* _Work item_
Each line from the beginning of the entries below through the line that includes "def visible(about: About)" must be returned exactly as given.

* _Items from a dataset_
-------------------------

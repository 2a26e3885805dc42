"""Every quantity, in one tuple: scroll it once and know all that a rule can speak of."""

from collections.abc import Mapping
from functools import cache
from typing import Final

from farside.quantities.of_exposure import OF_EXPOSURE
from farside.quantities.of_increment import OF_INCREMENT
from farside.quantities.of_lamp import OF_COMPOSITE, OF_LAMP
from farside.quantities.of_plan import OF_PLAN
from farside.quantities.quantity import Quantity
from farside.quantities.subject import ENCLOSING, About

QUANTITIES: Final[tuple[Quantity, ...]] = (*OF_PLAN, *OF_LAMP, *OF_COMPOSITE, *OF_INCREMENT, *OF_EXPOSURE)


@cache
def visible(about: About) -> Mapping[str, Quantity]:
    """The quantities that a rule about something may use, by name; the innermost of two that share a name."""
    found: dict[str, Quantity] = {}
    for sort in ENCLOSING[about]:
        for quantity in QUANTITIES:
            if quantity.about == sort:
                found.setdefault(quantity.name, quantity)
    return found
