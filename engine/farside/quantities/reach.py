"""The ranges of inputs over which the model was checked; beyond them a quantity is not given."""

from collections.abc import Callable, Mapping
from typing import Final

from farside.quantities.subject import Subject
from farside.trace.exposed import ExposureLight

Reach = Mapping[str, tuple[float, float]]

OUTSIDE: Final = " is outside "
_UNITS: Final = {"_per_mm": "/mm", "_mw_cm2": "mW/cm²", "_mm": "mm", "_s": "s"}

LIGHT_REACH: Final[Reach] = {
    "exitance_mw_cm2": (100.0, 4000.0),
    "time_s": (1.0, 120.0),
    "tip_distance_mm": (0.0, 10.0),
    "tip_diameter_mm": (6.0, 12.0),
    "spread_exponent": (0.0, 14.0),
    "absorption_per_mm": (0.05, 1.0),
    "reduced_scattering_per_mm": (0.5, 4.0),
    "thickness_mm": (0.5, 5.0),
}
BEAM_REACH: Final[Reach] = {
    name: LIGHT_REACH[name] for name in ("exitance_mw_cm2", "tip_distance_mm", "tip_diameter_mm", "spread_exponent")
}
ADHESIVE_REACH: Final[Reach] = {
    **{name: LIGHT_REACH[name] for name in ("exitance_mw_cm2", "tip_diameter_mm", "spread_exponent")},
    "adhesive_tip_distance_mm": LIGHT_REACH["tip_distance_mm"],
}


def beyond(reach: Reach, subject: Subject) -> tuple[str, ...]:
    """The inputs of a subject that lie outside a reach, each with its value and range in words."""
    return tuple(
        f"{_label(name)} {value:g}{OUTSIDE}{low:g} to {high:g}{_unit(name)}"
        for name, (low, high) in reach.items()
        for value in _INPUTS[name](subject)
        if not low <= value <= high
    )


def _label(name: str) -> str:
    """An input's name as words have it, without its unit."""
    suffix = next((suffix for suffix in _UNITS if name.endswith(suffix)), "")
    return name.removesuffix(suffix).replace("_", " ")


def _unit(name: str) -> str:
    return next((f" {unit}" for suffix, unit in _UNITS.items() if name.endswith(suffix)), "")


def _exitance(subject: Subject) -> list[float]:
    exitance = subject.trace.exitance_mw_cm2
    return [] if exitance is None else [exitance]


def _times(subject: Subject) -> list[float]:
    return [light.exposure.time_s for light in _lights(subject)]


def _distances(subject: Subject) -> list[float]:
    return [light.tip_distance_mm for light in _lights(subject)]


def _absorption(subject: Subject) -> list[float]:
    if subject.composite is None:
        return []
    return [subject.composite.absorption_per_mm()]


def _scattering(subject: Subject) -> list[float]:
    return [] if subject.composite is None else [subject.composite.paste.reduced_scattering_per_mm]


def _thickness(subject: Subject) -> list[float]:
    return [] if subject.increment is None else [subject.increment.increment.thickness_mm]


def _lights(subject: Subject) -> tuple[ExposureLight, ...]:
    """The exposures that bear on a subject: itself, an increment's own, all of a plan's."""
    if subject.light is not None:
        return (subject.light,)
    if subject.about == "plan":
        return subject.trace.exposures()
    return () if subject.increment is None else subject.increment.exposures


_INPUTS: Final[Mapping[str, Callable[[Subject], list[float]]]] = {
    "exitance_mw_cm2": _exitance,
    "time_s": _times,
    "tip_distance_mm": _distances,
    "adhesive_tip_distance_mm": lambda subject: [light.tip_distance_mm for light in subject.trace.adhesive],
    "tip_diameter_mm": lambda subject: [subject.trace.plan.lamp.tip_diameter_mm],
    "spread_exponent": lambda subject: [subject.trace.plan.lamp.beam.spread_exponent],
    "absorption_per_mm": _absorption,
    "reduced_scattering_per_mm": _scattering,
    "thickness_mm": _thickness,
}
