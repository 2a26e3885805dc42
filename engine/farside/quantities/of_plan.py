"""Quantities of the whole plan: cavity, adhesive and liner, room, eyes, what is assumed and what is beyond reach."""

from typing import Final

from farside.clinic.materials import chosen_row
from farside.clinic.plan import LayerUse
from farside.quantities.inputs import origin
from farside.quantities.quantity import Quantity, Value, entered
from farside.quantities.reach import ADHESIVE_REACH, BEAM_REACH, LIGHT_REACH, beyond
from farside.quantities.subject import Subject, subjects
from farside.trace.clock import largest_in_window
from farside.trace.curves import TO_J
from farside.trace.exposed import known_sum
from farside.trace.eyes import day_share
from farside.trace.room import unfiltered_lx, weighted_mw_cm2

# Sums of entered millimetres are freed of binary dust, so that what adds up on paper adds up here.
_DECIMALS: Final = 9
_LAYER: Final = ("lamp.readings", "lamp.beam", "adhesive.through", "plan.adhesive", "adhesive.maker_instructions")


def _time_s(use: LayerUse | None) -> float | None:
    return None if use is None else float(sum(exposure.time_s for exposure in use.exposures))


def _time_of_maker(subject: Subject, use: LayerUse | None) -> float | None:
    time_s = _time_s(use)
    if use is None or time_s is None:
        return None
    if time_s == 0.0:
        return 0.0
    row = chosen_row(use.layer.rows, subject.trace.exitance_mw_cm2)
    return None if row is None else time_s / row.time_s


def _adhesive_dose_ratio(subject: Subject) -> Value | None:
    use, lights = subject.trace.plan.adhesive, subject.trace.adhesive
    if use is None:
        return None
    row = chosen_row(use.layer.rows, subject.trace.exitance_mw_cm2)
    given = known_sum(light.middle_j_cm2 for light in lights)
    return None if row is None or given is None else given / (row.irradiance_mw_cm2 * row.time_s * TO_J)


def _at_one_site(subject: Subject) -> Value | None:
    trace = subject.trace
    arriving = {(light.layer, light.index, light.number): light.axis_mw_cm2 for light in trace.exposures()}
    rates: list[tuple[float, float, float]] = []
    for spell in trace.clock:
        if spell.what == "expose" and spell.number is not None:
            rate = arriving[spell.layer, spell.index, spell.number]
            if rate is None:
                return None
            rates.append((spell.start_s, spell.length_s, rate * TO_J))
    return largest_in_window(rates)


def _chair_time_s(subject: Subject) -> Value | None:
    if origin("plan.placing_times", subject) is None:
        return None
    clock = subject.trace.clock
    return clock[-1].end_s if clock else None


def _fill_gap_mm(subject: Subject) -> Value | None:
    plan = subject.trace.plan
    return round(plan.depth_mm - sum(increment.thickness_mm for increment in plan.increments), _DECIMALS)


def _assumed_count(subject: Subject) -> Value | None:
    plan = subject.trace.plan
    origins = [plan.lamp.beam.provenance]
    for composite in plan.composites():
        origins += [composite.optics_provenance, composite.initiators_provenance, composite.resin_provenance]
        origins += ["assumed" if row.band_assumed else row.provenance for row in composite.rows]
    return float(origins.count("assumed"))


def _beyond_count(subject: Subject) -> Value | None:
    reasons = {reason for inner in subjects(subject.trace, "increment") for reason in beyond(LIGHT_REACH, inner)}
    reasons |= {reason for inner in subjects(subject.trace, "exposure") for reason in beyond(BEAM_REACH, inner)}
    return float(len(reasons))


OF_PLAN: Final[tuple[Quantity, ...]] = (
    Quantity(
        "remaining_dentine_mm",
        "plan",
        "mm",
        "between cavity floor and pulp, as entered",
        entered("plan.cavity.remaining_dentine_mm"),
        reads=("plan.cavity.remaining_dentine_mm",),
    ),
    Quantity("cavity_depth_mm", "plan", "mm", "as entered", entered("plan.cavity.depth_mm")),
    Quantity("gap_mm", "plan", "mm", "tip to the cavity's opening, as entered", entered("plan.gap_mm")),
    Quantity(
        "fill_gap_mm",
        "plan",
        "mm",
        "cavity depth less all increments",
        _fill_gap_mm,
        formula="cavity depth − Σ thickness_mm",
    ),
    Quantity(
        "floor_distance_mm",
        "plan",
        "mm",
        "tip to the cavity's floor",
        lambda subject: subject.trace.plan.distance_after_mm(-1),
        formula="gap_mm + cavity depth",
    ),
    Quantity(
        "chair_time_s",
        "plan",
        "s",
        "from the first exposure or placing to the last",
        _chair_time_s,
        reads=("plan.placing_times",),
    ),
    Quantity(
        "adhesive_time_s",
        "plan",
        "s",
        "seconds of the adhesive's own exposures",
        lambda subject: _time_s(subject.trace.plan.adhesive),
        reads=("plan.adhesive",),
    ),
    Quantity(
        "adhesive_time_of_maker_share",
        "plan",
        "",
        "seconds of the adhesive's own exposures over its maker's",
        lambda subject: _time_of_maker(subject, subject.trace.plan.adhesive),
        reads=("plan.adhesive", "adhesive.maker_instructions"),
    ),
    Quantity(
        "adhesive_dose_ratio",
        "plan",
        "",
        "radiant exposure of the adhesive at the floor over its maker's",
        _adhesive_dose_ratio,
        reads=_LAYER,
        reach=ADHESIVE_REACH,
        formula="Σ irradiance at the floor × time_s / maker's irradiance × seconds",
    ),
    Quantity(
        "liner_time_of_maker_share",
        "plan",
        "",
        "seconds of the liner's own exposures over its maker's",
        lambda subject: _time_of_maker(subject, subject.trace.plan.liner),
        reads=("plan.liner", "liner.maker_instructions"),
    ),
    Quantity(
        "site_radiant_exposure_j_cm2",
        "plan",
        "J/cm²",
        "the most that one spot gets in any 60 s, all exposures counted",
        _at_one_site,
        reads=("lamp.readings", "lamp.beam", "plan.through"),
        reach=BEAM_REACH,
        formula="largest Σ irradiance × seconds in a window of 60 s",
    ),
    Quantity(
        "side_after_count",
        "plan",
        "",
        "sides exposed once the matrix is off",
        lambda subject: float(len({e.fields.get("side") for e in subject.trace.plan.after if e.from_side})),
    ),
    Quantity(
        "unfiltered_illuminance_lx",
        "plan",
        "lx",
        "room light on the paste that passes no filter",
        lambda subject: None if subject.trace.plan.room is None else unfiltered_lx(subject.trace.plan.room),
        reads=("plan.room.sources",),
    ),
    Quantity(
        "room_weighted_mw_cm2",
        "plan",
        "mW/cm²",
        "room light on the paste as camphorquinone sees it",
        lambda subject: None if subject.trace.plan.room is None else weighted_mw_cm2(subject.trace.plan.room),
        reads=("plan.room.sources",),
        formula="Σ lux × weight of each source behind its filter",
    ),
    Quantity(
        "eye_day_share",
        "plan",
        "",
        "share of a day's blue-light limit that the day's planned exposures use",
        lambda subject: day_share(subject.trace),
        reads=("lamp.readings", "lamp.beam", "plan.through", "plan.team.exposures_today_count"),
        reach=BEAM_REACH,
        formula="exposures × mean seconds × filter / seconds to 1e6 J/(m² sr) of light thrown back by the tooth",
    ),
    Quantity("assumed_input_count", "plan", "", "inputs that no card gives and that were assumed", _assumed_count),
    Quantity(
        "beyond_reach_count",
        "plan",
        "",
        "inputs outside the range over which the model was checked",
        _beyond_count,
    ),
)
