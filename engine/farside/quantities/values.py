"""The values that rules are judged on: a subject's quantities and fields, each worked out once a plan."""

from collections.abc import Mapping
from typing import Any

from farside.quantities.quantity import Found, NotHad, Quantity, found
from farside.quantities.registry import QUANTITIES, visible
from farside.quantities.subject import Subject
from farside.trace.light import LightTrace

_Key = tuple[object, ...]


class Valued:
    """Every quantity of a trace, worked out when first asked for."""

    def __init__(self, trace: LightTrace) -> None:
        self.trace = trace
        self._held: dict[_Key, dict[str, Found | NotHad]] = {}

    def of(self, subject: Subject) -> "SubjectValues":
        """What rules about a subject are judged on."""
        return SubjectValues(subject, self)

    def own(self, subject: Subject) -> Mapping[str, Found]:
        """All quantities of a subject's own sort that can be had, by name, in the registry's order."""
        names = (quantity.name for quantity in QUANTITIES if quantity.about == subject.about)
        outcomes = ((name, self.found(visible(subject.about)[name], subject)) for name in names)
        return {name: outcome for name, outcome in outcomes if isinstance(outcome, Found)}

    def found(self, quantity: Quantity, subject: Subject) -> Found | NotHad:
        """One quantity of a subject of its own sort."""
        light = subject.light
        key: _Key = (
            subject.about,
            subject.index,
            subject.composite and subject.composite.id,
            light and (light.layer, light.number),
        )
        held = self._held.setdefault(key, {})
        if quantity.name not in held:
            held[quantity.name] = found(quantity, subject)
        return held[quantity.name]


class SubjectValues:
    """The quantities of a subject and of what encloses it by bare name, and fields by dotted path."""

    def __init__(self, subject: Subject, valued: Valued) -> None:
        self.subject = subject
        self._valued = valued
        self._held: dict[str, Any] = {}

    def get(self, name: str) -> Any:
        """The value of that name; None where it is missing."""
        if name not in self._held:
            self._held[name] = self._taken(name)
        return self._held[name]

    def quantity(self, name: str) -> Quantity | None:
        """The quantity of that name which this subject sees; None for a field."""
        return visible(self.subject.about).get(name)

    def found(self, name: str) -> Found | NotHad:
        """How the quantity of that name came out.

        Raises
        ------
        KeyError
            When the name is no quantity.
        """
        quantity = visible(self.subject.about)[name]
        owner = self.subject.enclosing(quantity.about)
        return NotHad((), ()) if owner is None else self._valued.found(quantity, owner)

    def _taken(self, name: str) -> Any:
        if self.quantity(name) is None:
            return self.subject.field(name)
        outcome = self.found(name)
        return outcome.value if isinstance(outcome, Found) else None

-------------------------

* _Answer area_
repository 2a26e3885805dc42
"""Every quantity, in one tuple: scroll it once and know all that a rule can speak of."""

from collections.abc import Mapping
from functools import cache
from typing import Final

from farside.quantities.of_exposure import OF_EXPOSURE
from farside.quantities.of_increment import OF_INCREMENT
from farside.quantities.of_lamp import OF_COMPOSITE, OF_LAMP
from farside.quantities.of_plan import OF_PLAN
from farside.quantities.quantity import Quantity
from farside.quantities.subject import ENCLOSING, About

QUANTITIES: Final[tuple[Quantity, ...]] = (*OF_PLAN, *OF_LAMP, *OF_COMPOSITE, *OF_INCREMENT, *OF_EXPOSURE)


@cache
def visible(about: About) -> Mapping[str, Quantity]:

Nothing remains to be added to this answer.